Before digging the configurations, I have changed ethernet nics, cables and all.

Because of this configuration works well with my all machines which are i386 freebsd, I think that something may be different in amd64 systems. Of course, I maybe wrong.

I'm waiting for you suggestions. I will go on a business trip in 2 hours. So I can't reply you in 3-4 days. I will read and reply your thoughts when I returned from trip.

Thank you all.


----------



## jailed (Jul 3, 2010)

Hello, I'm back.

I want to describe the status a little more.

There is a i386 gateway which connects servers to the internet. Each server is connected to an ethernet nic.

The problem server is a new amd64. It was working very well with same config on i386 machine. I have not changed anything in configuration.

Nat, ipfw etc. are configured in loader.conf and rc.conf. I'm not compiling kernel.

This machine has vlan for jails. It's own ipfw and nat for forwarding ports to jails. When this machine uploads to any lan or wan machine it's with max. 128 kbits. When downloading, the speed is normal (100 mbps)

I have dummynet on all servers but I have removed all limits. There's no pipes for this servers.

The only thing different from old server is it's hardware. Maybe I was doing something wrong in the past too, but it was working.

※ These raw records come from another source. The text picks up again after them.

"""An event log in a folder of its own, and waiting for what its thread does."""

import threading
import time
from collections.abc import Callable, Iterator
from contextlib import contextmanager
from pathlib import Path
from typing import Any

from soundrose.settings_types import StoreSettings
from soundrose.store.event_log import EventLog
from soundrose.store.event_reader import EventReader

DEADLINE_S = 20.0


@contextmanager
def opened(folder: Path, **more: Any) -> Iterator[EventLog]:
    limits = {key: more.pop(key) for key in ("retain_days", "retain_mb") if key in more}
    log = EventLog(StoreSettings(str(folder), **limits), **more)
    try:
        yield log
    finally:
        log.close()


def wait_for(condition: Callable[[], Any], what: str) -> Any:
    """The condition's value once it is true; it depends on another thread or process."""
    until, pause = time.monotonic() + DEADLINE_S, threading.Event()
    while not (value := condition()):
        assert time.monotonic() < until, f"not within {DEADLINE_S} s: {what}"
        pause.wait(0.005)
    return value


def flush(log: EventLog) -> None:
    """All that was appended is on the disk, and a step of retention has been done."""
    entry = log.append_all([], urgent=True)
    assert entry is not None
    wait_for(lambda: entry.items is not None and log.facts()["waiting"] == 0, "the log is written")


def everything(folder: Path, kinds: list[str] | None = None, page: int = 1000) -> list[dict[str, Any]]:
    """Every event, page by page from the beginning."""
    reader, place, items = EventReader(folder), None, []
    try:
        while True:
            got, place = reader.since(place, kinds, page)
            items += got
            if not got:
                return items
    finally:
        reader.close()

I'm asking again, is there any change or difference in setting up ipfw+natd on freebsd amd64?

Thanks


----------



## jailed (Jul 6, 2010)

Hello,

Nobody posted to this thread but no problem  I want to update it so that someone, who has the same issue like me, can find some information here.

First, I'm sure that the problem is with FreeBSD 8.0 amd64. Because I have tested the same configurations on several i386 machine. Maybe it's a kernel or ipfw bug. I don't know. But I don't think that it's a configuration issue.

How I deal with that?

I have switched to PF. I've removed ipfw and set up pf instead of ipfw. I've configured nat and port redirection under pf.

My server is working very fast now. The problem had gone.

If you have the same problem with ipfw, I suggest you to use pf instead of ipfw to solve your problem easily. Yes, it's not solving ipfw, but it's solving our situation.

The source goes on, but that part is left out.